Tierra de nadie

La farsa del Constitucional

Si hay algo de positivo en las bufonadas con las que el Tribunal Constitucional está amenizando su interminable debate sobre el Estatut de Cataluña es el haber demostrado que cuando se pervierte el funcionamiento de los reguladores del Estado y se extiende hasta sus tuétanos el control que sobre ellos ejercen los partidos políticos el resultado no puede ser otro que el desprestigio de las instituciones, de los propios partidos y de la democracia misma. Cualquiera que a estas alturas sea su fallo sobre el Estatut, si es que éste llega algún día, estará viciado de origen.

No se trata de demonizar la política sino de reducirla a sus justos términos, amplísimos por otra parte. Lo que debería ser un organismo indiscutido, un intérprete de la Constitución fiable y solvente, no puede convertirse en el campo de batalla de los partidos o en una prolongación por otros medios de las trifulcas parlamentarias.

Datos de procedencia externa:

fn fixture(name: &str) -> PathBuf {
    Path::new(env!("CARGO_MANIFEST_DIR")).join("tests/fixtures").join(name)
}

fn reweave(args: &[&std::ffi::OsStr]) -> Output {
    Command::new(env!("CARGO_BIN_EXE_reweave")).args(args).output().expect("run reweave")
}

fn os<P: AsRef<std::ffi::OsStr> + ?Sized>(p: &P) -> &std::ffi::OsStr {
    p.as_ref()
}

fn fill_ok(args: &[&std::ffi::OsStr]) -> String {
    let o = reweave(args);
    let err = String::from_utf8_lossy(&o.stderr).into_owned();
    assert!(o.status.success(), "{err}");
    err
}

/// A TIFF tag's value as the `tiff` crate decodes it, for comparison.
fn tag_value(path: &Path, tag: u16) -> Option<String> {
    let mut d = Decoder::new(BufReader::new(File::open(path).unwrap())).unwrap();
    d.find_tag(Tag::from_u16_exhaustive(tag)).unwrap().map(|v| format!("{v:?}"))
}

fn tiff_u16(path: &Path, tag: Tag) -> Option<u32> {
    let mut d = Decoder::new(BufReader::new(File::open(path).unwrap())).unwrap();
    d.find_tag(tag).unwrap().map(|v| v.into_u32().unwrap())
}

/// Geo tags of OGC GeoTIFF 1.1 (19-008r4, Req 1.2) and GDAL_NODATA (42113, GDAL's private tag).
const GEO_TAGS: [u16; 7] = [33550, 33922, 34264, 34735, 34736, 34737, 42113];

/// Checks a no-data fill: tags identical, sample format identical, no no-data left, filled values
/// within the rim's range, every other sample identical.
fn check_nodata_fill(name: &str, is_void: impl Fn(f32) -> bool) {
    let dir = tempfile::tempdir().unwrap();
    let input = fixture(name);
    let out = dir.path().join(format!("filled-{name}"));
    let mask_out = dir.path().join("filled.png");
    fill_ok(&[os("fill"), os(&input), os("-o"), os(&out), os("--mask-out"), os(&mask_out)]);
    for tag in GEO_TAGS {
        assert_eq!(tag_value(&out, tag), tag_value(&input, tag), "{name}: tag {tag}");
    }
    assert_eq!(tiff_u16(&out, Tag::Compression), tiff_u16(&input, Tag::Compression), "{name}: compression");
    let (a, b) = (raster::load(&input).unwrap(), raster::load(&out).unwrap());
    assert_eq!(b.sample_format, a.sample_format);
    assert_eq!(b.layout, a.layout);
    let mask = raster::load_mask(&mask_out, a.width, a.height).unwrap();
    // Each hole's rim range: the known pixels next to it (discrete maximum principle).
    let (labels, sizes) = mask.label_holes();
    let (w, h) = (a.width, a.height);
    let mut lo = vec![f32::MAX; sizes.len() + 1];
    let mut hi = vec![f32::MIN; sizes.len() + 1];
    for p in 0..w * h {
        if labels[p] != 0 {
            continue;
        }
        let (x, y) = (p % w, p / w);
        let nbrs =
            [(x > 0).then(|| p - 1), (x + 1 < w).then(|| p + 1), (y > 0).then(|| p - w), (y + 1 < h).then(|| p + w)];
        for q in nbrs.into_iter().flatten() {
            let l = labels[q] as usize;
            lo[l] = lo[l].min(a.planes[0][p]);
            hi[l] = hi[l].max(a.planes[0][p]);
        }
    }
    for (i, (&x, &y)) in a.planes[0].iter().zip(&b.planes[0]).enumerate() {
        if is_void(x) {
            let l = labels[i] as usize;
            assert!(l != 0, "{name}: void pixel {i} not in --mask-out");
            // Integer outputs are rounded: allow half a unit.
            assert!(
                !is_void(y) && y >= lo[l] - 0.5 && y <= hi[l] + 0.5,
                "{name}: pixel {i} filled with {y}, outside its rim's [{}, {}]",
                lo[l],
                hi[l]
            );
        } else {
            assert_eq!(labels[i], 0);
            assert_eq!(x.to_bits(), y.to_bits(), "{name}: known pixel {i} changed");
        }
    }
}
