//! Crash recovery. While the window runs it keeps the current mask, and the image it was drawn
//! on, in the user's data folder (`$XDG_DATA_HOME/reweave/`, or `~/.local/share/reweave/`): at
//! every fill and at least every 30 seconds while the mask is being edited. A normal exit removes
//! them; finding them at start means the last session ended abnormally, and the window offers to
//! restore the work.

use std::path::{Path, PathBuf};
use std::time::{SystemTime, UNIX_EPOCH};

use serde::{Deserialize, Serialize};

use crate::mask::Mask;
use crate::raster;

/// Seconds of editing between two automatic saves.
pub const INTERVAL_SECONDS: u64 = 30;

/// What was saved, as recorded beside the mask.
#[derive(Clone, Debug, PartialEq, Serialize, Deserialize)]
pub struct Saved {
    /// The image the mask belongs to.
    pub image: PathBuf,
    /// Masked pixels.
    pub marked: usize,
    /// Seconds since 1970 when it was saved.
    pub saved_at: u64,
}

/// The recovery files of one data folder.
#[derive(Clone, Debug)]
pub struct Recovery {
    dir: PathBuf,
}

impl Recovery {
    /// The user's data folder, if one can be named.
    #[must_use]
    pub fn for_user() -> Option<Self> {
        let base = std::env::var_os("XDG_DATA_HOME")
            .filter(|v| !v.is_empty())
            .map(PathBuf::from)
            .or_else(|| std::env::var_os("HOME").map(|h| PathBuf::from(h).join(".local").join("share")))?;
        Some(Self::in_dir(base.join("reweave")))
    }

    /// Recovery files in `dir` (created when first needed).
    #[must_use]
    pub fn in_dir(dir: PathBuf) -> Self {
        Self { dir }
    }

    /// The saved mask (a PNG, loadable like any mask file).
    #[must_use]
    pub fn mask_path(&self) -> PathBuf {
        self.dir.join("recovery-mask.png")
    }

    fn record_path(&self) -> PathBuf {
        self.dir.join("recovery.json")
    }

    /// The work left by a session that did not end normally, if any.
    #[must_use]
    pub fn found(&self) -> Option<Saved> {
        let text = std::fs::read_to_string(self.record_path()).ok()?;
        let saved: Saved = serde_json::from_str(&text).ok()?;
        self.mask_path().is_file().then_some(saved)
    }

    /// Saves `mask`, drawn on `image` (each file written atomically; the record last, so a record
    /// always has its mask).
    ///
    /// # Errors
    /// A message naming the file that could not be written.
    pub fn save(&self, image: &Path, mask: &Mask) -> Result<(), String> {
        std::fs::create_dir_all(&self.dir).map_err(|e| format!("cannot create {}: {e}", self.dir.display()))?;
        raster::save_mask(mask, &self.mask_path()).map_err(|e| e.to_string())?;
        let saved_at = SystemTime::now().duration_since(UNIX_EPOCH).map_or(0, |d| d.as_secs());
        let record = Saved { image: image.to_owned(), marked: mask.count(), saved_at };
        let json = serde_json::to_string_pretty(&record).map_err(|e| e.to_string())?;
        raster::write_atomic(&self.record_path(), |w| {
            use std::io::Write;
            w.write_all(json.as_bytes()).map_err(|e| e.to_string())
        })
        .map_err(|e| e.to_string())
    }

    /// Removes the recovery files (a normal exit, or the user declined to restore).
    pub fn clear(&self) {
        let _ = std::fs::remove_file(self.record_path());
        let _ = std::fs::remove_file(self.mask_path());
    }
}

#[cfg(test)]
mod tests {
    use super::*;

    #[test]
    fn saved_work_is_found_until_cleared() {
        let dir = tempfile::tempdir().expect("temporary folder");
        let r = Recovery::in_dir(dir.path().join("data"));
        assert_eq!(r.found(), None);
        let mask = Mask::from_fn(9, 7, |x, y| x == y);
        r.save(Path::new("/photos/card.png"), &mask).expect("saved");
        let found = r.found().expect("found");
        assert_eq!((found.image.as_path(), found.marked), (Path::new("/photos/card.png"), 7));
        assert_eq!(raster::load_mask(&r.mask_path(), 9, 7).expect("mask loads"), mask);
        r.clear();
        assert_eq!(r.found(), None);
    }
}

Si a ello se le añade el ombliguismo de unos magistrados, cuya pasión por los focos les conduce a eternizarse en el centro del escenario, no cabe esperar otra cosa que un ripioso estrambote.

Más allá de las inconcebibles prórrogas de mandatos de varios de sus miembros, el Constitucional está muerto en su conjunto, y lo aconsejable sería darle, cuanto antes si fuera posible, un entierro digno. El problema es que no es posible, y ello por dos razones: la primera, porque al PP no le da la gana y al PSOE, tampoco; y la segunda, y fundamental, porque cuatro años después de que se levantara el telón de esta comedia, no queda constitucionalista de prestigio que no haya hecho su particular fallo sobre el Estatut. Es decir, que cualquiera de los sustitutos de los muertos vivientes del Constitucional estaría contaminado a priori, y sería recusable por cualquiera de las partes en litigio. Y vuelta a empezar.

Paradójicamente, la democracia no terminará de asentarse si antes no se establecen claramente los cauces de su regeneración. Precisamos de instituciones que interpreten las leyes con criterios técnicos, dirigidas por figuras independientes, que no es lo mismo que apolíticas. Y si los mandatos prolongados o la ineligibilidad no dan resultados, habrá que pensar otras fórmulas. Y si nada funciona, mejor suprimirlas. Nos ahorraríamos algún bochorno y un pico en sueldos.